# Thought I'd share.



## HoosierShadow (Apr 20, 2010)

I was looking at my photobucket album. I don't really use it because I switched to flickr.

I came across some pics of the ice storm we had back in Jan 2008. It was BAD. But AMAZINGLY we managed to keep our electric while just about everyone around us lost it. It was one of the worst disasters to hit KY.

Anyway, this pic is of where the goat pen is at, and before we ever had a garden:









See all the brush, trees, etc?

Here's a pic of nearly the same spot taken at the end of April 2010:



















In the first pic - that big brush pile looking thing on the right, well that was a dirt mound that covered the remains of a brick house that had burned down - been bulldozed back and covered with dirt! That area was such a mess....
Last summer my husband rented a bobcat, we had some relatives staying with us that helped, and we got ALL that junk out, trash, everything that we could. We had people picking up scrap metal, we had bags and bags for the garbage, and there are STILL about 30 tires in a pile just beyond our goat pen. 
I WISH I had taken more pictures of that mess before we started, but I didn't think about it. 
A lot of the unbroken bricks my husband found, we used to make side walks around the driveway area. And the cement steps...
He broke into pieces and put around the goat's barn!

I still can't believe how much different it looks now.

Here are a few more pics from the ice storm....it was so scary.... we amazingly had no damage and very few limbs down on our property. But if you walked outside, especially at night, you could hear trees and branches crashing to the ground!

Our road









We thought we were gonna loose our sheds...









Solid sheet of ice









We thought we'd lose our electric


----------



## AlaskaBoers (May 7, 2008)

LOL looks like Alaska! your goaties did a great job clearing too 

we usually lose power in March when the winds pick up. last year it sped to 95mph..there's living in a valley for ya.


----------



## HoosierShadow (Apr 20, 2010)

I found these too! I forgot about these.

A couple of does used to bring their fawns up, but I haven't seen any deer on our property in the last year - I've seen them in the field across the road, and in the backyard of our neighbors house <no one lives there>.

I took these through my dinning room window, they came right up to the fence that was around our back yard, and they used to come up quite often.

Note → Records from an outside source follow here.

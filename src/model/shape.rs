//! Collision geometry carried by links and obstacles. Plain data in our own units (metres);
//! conversion to the collision library's types lives in `crate::collision::convert`.

use std::path::PathBuf;
use std::sync::Arc;

use nalgebra::{Point3, Vector3};

use crate::math::Pose;

/// A geometric primitive or mesh, in its own frame. Cylinders and capsules run along the
/// frame's z axis and are centred on its origin (URDF convention).
#[derive(Clone, Debug, PartialEq)]
#[non_exhaustive]
pub enum Geometry {
    Sphere {
        radius: f64,
    },
    /// Full edge lengths (not half extents), as in URDF.
    Cuboid {
        size: Vector3<f64>,
    },
    /// `length` is the distance between the centres of the two end caps.
    Capsule {
        radius: f64,
        length: f64,
    },
    Cylinder {
        radius: f64,
        length: f64,
    },
    /// Convex hull of these points.
    ConvexMesh {
        points: Arc<Vec<Point3<f64>>>,
    },
    /// A triangle surface (not necessarily closed).
    TriMesh {
        vertices: Arc<Vec<Point3<f64>>>,
        triangles: Arc<Vec<[u32; 3]>>,
    },
}

impl Geometry {
    pub fn type_name(&self) -> &'static str {
        match self {
            Geometry::Sphere { .. } => "sphere",
            Geometry::Cuboid { .. } => "box",
            Geometry::Capsule { .. } => "capsule",
            Geometry::Cylinder { .. } => "cylinder",
            Geometry::ConvexMesh { .. } => "convex mesh",
            Geometry::TriMesh { .. } => "triangle mesh",
        }
    }

    /// Radius of a sphere about the shape's own origin that contains it.
    pub fn bounding_radius(&self) -> f64 {
        match self {
            Geometry::Sphere { radius } => *radius,
            Geometry::Cuboid { size } => 0.5 * size.norm(),
            Geometry::Capsule { radius, length } => radius + 0.5 * length,
            Geometry::Cylinder { radius, length } => {
                (radius * radius + 0.25 * length * length).sqrt()
            }
            Geometry::ConvexMesh { points } => max_norm(points),
            Geometry::TriMesh { vertices, .. } => max_norm(vertices),
        }
    }
}

fn max_norm(points: &[Point3<f64>]) -> f64 {
    points.iter().map(|p| p.coords.norm()).fold(0.0, f64::max)
}

/// Where a mesh came from, kept so a loaded robot can be written back out.
#[derive(Clone, Debug, PartialEq)]
pub struct MeshSource {
    pub path: PathBuf,
    pub scale: Vector3<f64>,
}

/// A placed geometry: `origin` is the shape frame in its owner's frame (link frame for a
/// link, world frame for an obstacle).
#[derive(Clone, Debug, PartialEq)]
pub struct Shape {
    pub origin: Pose,
    pub geometry: Geometry,
    pub source: Option<MeshSource>,
}
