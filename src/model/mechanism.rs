//! Mechanisms: passive articulated bodies in the scene (a door on a hinge, a lever on a
//! pivot, a drawer on a slide). A mechanism is described like a robot; attaching it joins its
//! links and joints to the robot's tree, so its joints become passive joints of `q` and a
//! tether between an effector and its handle is an ordinary closed chain.

use super::robot::RobotSpec;

impl RobotSpec {
    /// Join `mechanism` to this description. The mechanism's root link stands for the world:
    /// its child joints are attached to this robot's root link instead (both are fixed at
    /// the world origin). Every mechanism joint is marked passive. Names must not clash with
    /// the robot's (checked when the result is built).
    pub fn attach_mechanism(&mut self, mechanism: &RobotSpec) {
        let Some(robot_root) = self.root_link_name() else {
            return;
        };
        let Some(mech_root) = mechanism.root_link_name() else {
            return;
        };
        for l in &mechanism.links {
            if l.name != mech_root {
                self.links.push(l.clone());
            }
        }
        for j in &mechanism.joints {
            let mut j = j.clone();
            if j.parent == mech_root {
                j.parent = robot_root.clone();
            }
            j.passive = true;
            self.joints.push(j);
        }
        self.effectors.extend(mechanism.effectors.iter().cloned());
    }

    /// The link no joint has as child (the first such, in description order).
    pub fn root_link_name(&self) -> Option<String> {
        self.links
            .iter()
            .find(|l| !self.joints.iter().any(|j| j.child == l.name))
            .map(|l| l.name.clone())
    }
}
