impl Robot {
    pub fn name(&self) -> &str {
        &self.name
    }
    /// Links in topological order; `links()[0]` is the root.
    pub fn links(&self) -> &[Link] {
        &self.links
    }
    /// Joints ordered like their child links: `joints()[i].child == i + 1`.
    pub fn joints(&self) -> &[Joint] {
        &self.joints
    }
    pub fn effectors(&self) -> &[Effector] {
        &self.effectors
    }
    /// Length of a configuration vector `q`.
    pub fn nq(&self) -> usize {
        self.nq
    }
    /// Number of degrees of freedom: length of a tangent vector, columns of a Jacobian.
    pub fn nv(&self) -> usize {
        self.nv
    }
    /// Link pairs never checked against each other for self-collision, each as
    /// `(smaller, larger)` index, sorted.
    pub fn ignored_pairs(&self) -> &[(LinkId, LinkId)] {
        &self.ignored_pairs
    }
    pub fn is_ignored_pair(&self, a: LinkId, b: LinkId) -> bool {
        let key = (a.min(b), a.max(b));
        self.ignored_pairs.binary_search(&key).is_ok()
    }
    pub fn link_id(&self, name: &str) -> Option<LinkId> {
        self.links.iter().position(|l| l.name == name)
    }
    pub fn joint_id(&self, name: &str) -> Option<JointId> {
        self.joints.iter().position(|j| j.name == name)
    }
    pub fn effector(&self, name: &str) -> Option<&Effector> {
        self.effectors.iter().find(|e| e.name == name)
    }
    /// Parent link of `link` (None for the root).
    pub fn parent_link(&self, link: LinkId) -> Option<LinkId> {
        self.links[link].parent_joint.map(|j| self.joints[j].parent)
    }
    /// Limits of every tangent coordinate, in tangent order (length `nv`).
    pub fn tangent_limits(&self) -> impl Iterator<Item = &Limits> {
        self.joints.iter().flat_map(|j| j.limits.iter())
    }
    /// A readable name for every tangent coordinate (`joint` for one-DOF joints,
    /// `joint.x` ... `joint.wz` for a floating joint).
    pub fn dof_names(&self) -> Vec<String> {
        let mut out = Vec::with_capacity(self.nv);
        for j in &self.joints {
            match j.kind {
                JointKind::Floating => {
                    for s in ["x", "y", "z", "wx", "wy", "wz"] {
                        out.push(format!("{}.{}", j.name, s));
                    }
                }
                JointKind::Fixed => {}
                _ => out.push(j.name.clone()),
            }
        }
        out
    }
    /// Number of passive (mechanism) tangent coordinates.
    pub fn passive_dof(&self) -> usize {
        self.joints
            .iter()
            .filter(|j| j.passive)
            .map(|j| j.kind.nv())
            .sum()
    }
}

Chicken wire surrounds our garden, never had a problem with them getting in with the wire up.









I did this for a fun photo contest I used to get into...theme was green...LOL


----------



## AlaskaBoers (May 7, 2008)

WOW!!
i dont know what it is, but i love deer! 

I've only seen two.. both in Wisconsin and one was roadkill... lol...


----------



## HoosierShadow (Apr 20, 2010)

LOL!!! I grew up in Indiana and they are EVERYWHERE there. I remember the farm my dad sold a few years ago - when we moved there, I went out to sit on the porch and there was a herd of around 12 grazing on the other side of the driveway!
When I was about 7 or 8 years old I was riding with my brother to town to pick up pizza, and we hit a buck on the way home! I was TERRIFIED! 
About a year and a half ago someone hit a deer and left it at the end of our driveway! We didn't hear a thing


----------



## AlaskaBoers (May 7, 2008)

wow. here we just have Moose, you'd hear it if somebody hit one, 1600 lbs of muscle and antler! totals peoples trucks..their eyes dont reflect like deer so there's a lot of casualties.  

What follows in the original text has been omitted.